Politisch motivierte Kritik: Ex-Chef von UNRWA kritisiert Zeitpunkt der Berichte über Mitarbeiter
Der ehemalige Chef des UN-Palästinenserhilfswerks UNRWA im Gazastreifen, Matthias Schmale, äußerte sich kritisch über den Zeitpunkt der Berichte, die Mitarbeitern der Organisation eine Beteiligung am Massaker der islamistischen Hamas vorwerfen. In einem Interview mit dem Deutschlandfunk bezeichnete Schmale die Veröffentlichung der Berichte als politisch motiviert. Diese seien kurz nach der Verkündung des Urteils des Internationalen Gerichtshofs erschienen.

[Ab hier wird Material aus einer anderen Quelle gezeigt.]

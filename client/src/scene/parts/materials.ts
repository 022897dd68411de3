import {
  Color,
  CustomBlending,
  OneFactor,
  ShaderMaterial,
  Vector2,
  ZeroFactor,
  type IUniform,
} from 'three';

import { strutTaper } from '../model/drawing.ts';
import { ground } from '../model/light.ts';
import { lightChunk } from './shader-light.ts';

/** Values all materials of a scene share, so that setting them once reaches every part. */
export interface SceneUniforms {
  readonly [name: string]: IUniform;
  readonly uPaper: IUniform<Color>;
  readonly uFoot: IUniform<Color>;
  readonly uNear: IUniform<number>;
  readonly uFar: IUniform<number>;
  readonly uResolution: IUniform<Vector2>;
  readonly uFocal: IUniform<number>;
  readonly uPixelRatio: IUniform<number>;
}

export function createUniforms(): SceneUniforms {
  return {
    uPaper: { value: new Color() },
    uFoot: { value: new Color() },
    uNear: { value: 0 },
    uFar: { value: 1 },
    uResolution: { value: new Vector2(1, 1) },
    uFocal: { value: 1 },
    uPixelRatio: { value: 1 },
  };
}

/** Shared by the vertex shaders: pixels of the drawing buffer from places in the viewer's frame. */
const screenChunk = /* glsl */ `
uniform vec2 uResolution;
uniform float uFocal;
uniform float uPixelRatio;

vec2 toPixels(vec3 place) {
  return uResolution * 0.5 + place.xy * uFocal / -place.z;
}
vec4 toClip(vec2 pixels, float depth) {
  vec4 clip = projectionMatrix * vec4(0.0, 0.0, -depth, 1.0);
  return vec4((pixels / uResolution * 2.0 - 1.0) * clip.w, clip.zw);
}
`;

const sphereVertex = /* glsl */ `
${screenChunk}
attribute vec3 centre;
attribute float radius;
attribute vec3 colour;
attribute float sign;
varying vec3 vColour;
varying vec2 vOffset;
varying float vRadiusPx;
varying float vRadius;
varying float vDepth;
varying float vSign;

void main() {
  vec3 place = (viewMatrix * vec4(centre, 1.0)).xyz;
  float depth = -place.z;
  vRadiusPx = uFocal * radius / sqrt(max(depth * depth - radius * radius, 1e-6));
  vRadius = radius;
  vDepth = depth;
  vColour = colour;
  vSign = sign;
  vOffset = position.xy * (vRadiusPx + 1.0);
  gl_Position = toClip(toPixels(place) + vOffset, depth);
}
`;

const sphereFragment = /* glsl */ `
${lightChunk}
uniform mat4 projectionMatrix;
varying vec3 vColour;
varying vec2 vOffset;
varying float vRadiusPx;
varying float vRadius;
varying float vDepth;
varying float vSign;

float bar(vec2 offset, vec2 halfSize) {
  vec2 inside = clamp(halfSize - abs(offset) + 0.5, 0.0, 1.0);
  return inside.x * inside.y;
}
float mark(vec2 offset) {
  float arm = vRadiusPx * 0.3;
  float thick = max(0.7, vRadiusPx * 0.075);
  float level = bar(offset, vec2(arm, thick));
  return vSign > 0.0 ? max(level, bar(offset, vec2(thick, arm))) : level;
}

void main() {
  float away = length(vOffset);
  float cover = clamp(vRadiusPx + 0.5 - away, 0.0, 1.0);
  if (cover <= 0.0) discard;
  vec2 flat2 = vOffset / vRadiusPx;
  float squared = dot(flat2, flat2);
  vec3 normal = squared > 1.0
    ? vec3(flat2 / sqrt(squared), 0.0)
    : vec3(flat2, sqrt(1.0 - squared));
  float fade = fadeAt(vDepth);
  vec3 shown = lit(vColour, shade(normal), fade);
  if (vSign != 0.0 && vRadiusPx >= 4.0) {
    float rest = 1.0 - fade * 0.7;
    float shift = max(0.8, vRadiusPx * 0.035);
    shown *= 1.0 - mark(vOffset - vec2(shift, -shift)) * 0.45 * rest;
    shown = mix(shown, vec3(0.988, 0.984, 0.969), mark(vOffset) * 0.96 * rest);
  }
  float z = -(vDepth - normal.z * vRadius);
  gl_FragDepth = (projectionMatrix[2][2] * z + projectionMatrix[3][2]) / -z * 0.5 + 0.5;
  gl_FragColor = vec4(shown, cover);
}
`;

const strutVertex = /* glsl */ `
attribute vec3 start;
attribute vec3 finish;
attribute vec3 startColour;
attribute vec3 finishColour;
uniform float uStrutRadius;
varying vec3 vNormal;
varying vec3 vStartColour;
varying vec3 vFinishColour;
varying float vAlong;
varying float vDepth;

void main() {
  vec3 one = (viewMatrix * vec4(start, 1.0)).xyz;
  vec3 other = (viewMatrix * vec4(finish, 1.0)).xyz;
  vec3 axis = normalize(other - one);
  vec3 helper = abs(axis.z) < 0.9 ? vec3(0.0, 0.0, 1.0) : vec3(1.0, 0.0, 0.0);
  vec3 side = normalize(cross(axis, helper));
  vec3 front = cross(side, axis);
  vAlong = position.z;
  float middle = 2.0 * vAlong - 1.0;
  float profile = 1.0 - ${strutTaper.toFixed(3)} * (1.0 - middle * middle);
  vNormal = side * position.x + front * position.y;
  vec3 place = mix(one, other, vAlong) + vNormal * uStrutRadius * profile;
  vDepth = -mix(one, other, vAlong).z;
  vStartColour = startColour;
  vFinishColour = finishColour;
  gl_Position = projectionMatrix * vec4(place, 1.0);
}
`;

const strutFragment = /* glsl */ `
${lightChunk}
varying vec3 vNormal;
varying vec3 vStartColour;
varying vec3 vFinishColour;
varying float vAlong;
varying float vDepth;

void main() {
  vec2 tone = shade(normalize(vNormal));
  float fromEnd = min(vAlong, 1.0 - vAlong);
  tone.x *= fromEnd < 0.2 ? 0.8 + fromEnd : 1.0;
  vec3 colour = mix(vStartColour, vFinishColour, smoothstep(0.34, 0.66, vAlong));
  gl_FragColor = vec4(lit(colour, tone, fadeAt(vDepth)), 1.0);
}
`;

const ribbonVertex = /* glsl */ `
${screenChunk}
attribute vec3 start;
attribute vec3 finish;
uniform float uWidth;
uniform float uBias;
varying vec2 vPlace;
varying float vLength;
varying float vDepth;

void main() {
  vec3 one = (viewMatrix * vec4(start, 1.0)).xyz;
  vec3 other = (viewMatrix * vec4(finish, 1.0)).xyz;
  vec2 from = toPixels(one);
  vec2 to = toPixels(other);
  vLength = length(to - from);
  vec2 along = (to - from) / max(vLength, 1e-4);
  float reach = uWidth * uPixelRatio * 0.5 + 1.0;
  float share = position.x;
  vPlace = vec2(share * vLength, position.y * reach);
  vec2 pixels = mix(from, to, share) + vec2(-along.y, along.x) * vPlace.y;
  vDepth = -mix(one, other, share).z;
  gl_Position = toClip(pixels, max(vDepth - uBias, 1e-3));
}
`;

const ribbonFragment = /* glsl */ `
${lightChunk}
uniform float uPixelRatio;
uniform float uWidth;
uniform vec3 uColour;
uniform float uOpacity;
uniform float uSpacing;
varying vec2 vPlace;
varying float vLength;
varying float vDepth;

void main() {
  float halfWidth = uWidth * uPixelRatio * 0.5;
  float away = abs(vPlace.y);
  if (uSpacing > 0.0) {
    float spacing = uSpacing * uPixelRatio;
    away = length(vec2(vPlace.x - floor(vPlace.x / spacing + 0.5) * spacing, vPlace.y));
  }
  float cover = clamp(halfWidth + 0.5 - away, 0.0, 1.0);
  if (cover <= 0.0) discard;
  gl_FragColor = vec4(uColour, cover * uOpacity * (1.0 - fadeAt(vDepth)));
}
`;

const groundVertex = /* glsl */ `
varying vec2 vPlace;
void main() {
  vPlace = vec2(position.x, -position.y) * 0.5 + 0.5;
  gl_Position = vec4(position.xy, 1.0, 1.0);
}
`;

const groundFragment = /* glsl */ `
uniform vec3 uPaper;
uniform vec3 uFoot;
varying vec2 vPlace;
void main() {
  vec2 away = (vPlace - vec2(0.5, ${ground.middle})) / vec2(${ground.width}, ${ground.height});
  float near = max(0.0, 1.0 - dot(away, away));
  gl_FragColor = vec4(mix(uPaper, uFoot, near * near), 1.0);
}
`;

/** Balls as discs that face the viewer, shaded and given depth as the balls they stand for. */
export function createSphereMaterial(uniforms: SceneUniforms): ShaderMaterial {
  return new ShaderMaterial({
    uniforms,
    vertexShader: sphereVertex,
    fragmentShader: sphereFragment,
    alphaToCoverage: true,
    // The rim's alpha is for the sample mask only; the canvas itself stays opaque.
    blending: CustomBlending,
    blendSrc: OneFactor,
    blendDst: ZeroFactor,
    blendSrcAlpha: OneFactor,
    blendDstAlpha: OneFactor,
    toneMapped: false,
  });
}

export function createStrutMaterial(uniforms: SceneUniforms, radiusA: number): ShaderMaterial {
  return new ShaderMaterial({
    uniforms: { ...uniforms, uStrutRadius: { value: radiusA } },
    vertexShader: strutVertex,
    fragmentShader: strutFragment,
    toneMapped: false,
  });
}

export interface RibbonLook {
  readonly widthPx: number;
  readonly colour: Color;
  readonly opacity: number;
  /** 0 for a full line. */
  readonly spacingPx: number;
  readonly biasA: number;
  readonly depthTest: boolean;
}

export function createRibbonMaterial(uniforms: SceneUniforms, look: RibbonLook): ShaderMaterial {
  return new ShaderMaterial({
    uniforms: {
      ...uniforms,
      uWidth: { value: look.widthPx },
      uColour: { value: look.colour },
      uOpacity: { value: look.opacity },
      uSpacing: { value: look.spacingPx },
      uBias: { value: look.biasA },
    },
    vertexShader: ribbonVertex,
    fragmentShader: ribbonFragment,
    transparent: true,
    depthTest: look.depthTest,
    depthWrite: false,
    toneMapped: false,
  });
}

export function createGroundMaterial(uniforms: SceneUniforms): ShaderMaterial {
  return new ShaderMaterial({
    uniforms,
    vertexShader: groundVertex,
    fragmentShader: groundFragment,
    depthTest: false,
    depthWrite: false,
    toneMapped: false,
  });
}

Zwölf Mitarbeitern des Hilfswerks wird vorgeworfen, am 7. Oktober an dem Massaker in Israel beteiligt gewesen zu sein. Schmale erklärte, dass es möglich sei, dass einige Mitarbeiter tatsächlich involviert gewesen sein könnten. Dennoch überrasche ihn der Zeitpunkt der Berichte, da er ihm politisch bestimmt vorkäme.
Zuvor hatte das "Wall Street Journal" unter Berufung auf ein israelisches Geheimdienstdossier berichtet, dass etwa zehn Prozent der rund 12.000 Mitarbeiter des Hilfswerks im Gazastreifen Verbindungen zur Hamas oder dem Islamistischen Dschihad haben sollen. Schmale hält diese Angaben für übertrieben. Während seiner Zeit habe man immer sehr genau darauf geachtet, wie sich die Mitarbeiter verhalten und ob sie im Einklang mit den Werten der Vereinten Nationen stehen. Insgesamt habe man während eines Zeitraums von fast vier Jahren acht Mitarbeiter entlassen, nicht nur aufgrund von Verbindungen zur Hamas, sondern auch wegen Verhaltensweisen, die nicht den Uno-Werten entsprochen hätten. Dies sei eine deutlich kleinere Prozentzahl.
Die Informationen zu den verdächtigen Mitarbeitern wurden von Israel an das Hilfswerk übermittelt. Diese wurden daraufhin entlassen und es wurden Ermittlungen eingeleitet. UN-Generalsekretär António Guterres zeigte sich entsetzt über die Vorfälle und drohte den betroffenen Mitarbeitern mit strafrechtlichen Konsequenzen.
Die Berichte über die Beteiligung von Mitarbeitern des UNRWA am Massaker der Hamas werfen ein Licht auf mögliche Verbindungen zwischen der Organisation und extremistischen Palästinensergruppen. Dies könnte Auswirkungen auf das Vertrauen in das Hilfswerk haben und seine Rolle im Gazastreifen in Frage stellen. (eulerpool-AFX)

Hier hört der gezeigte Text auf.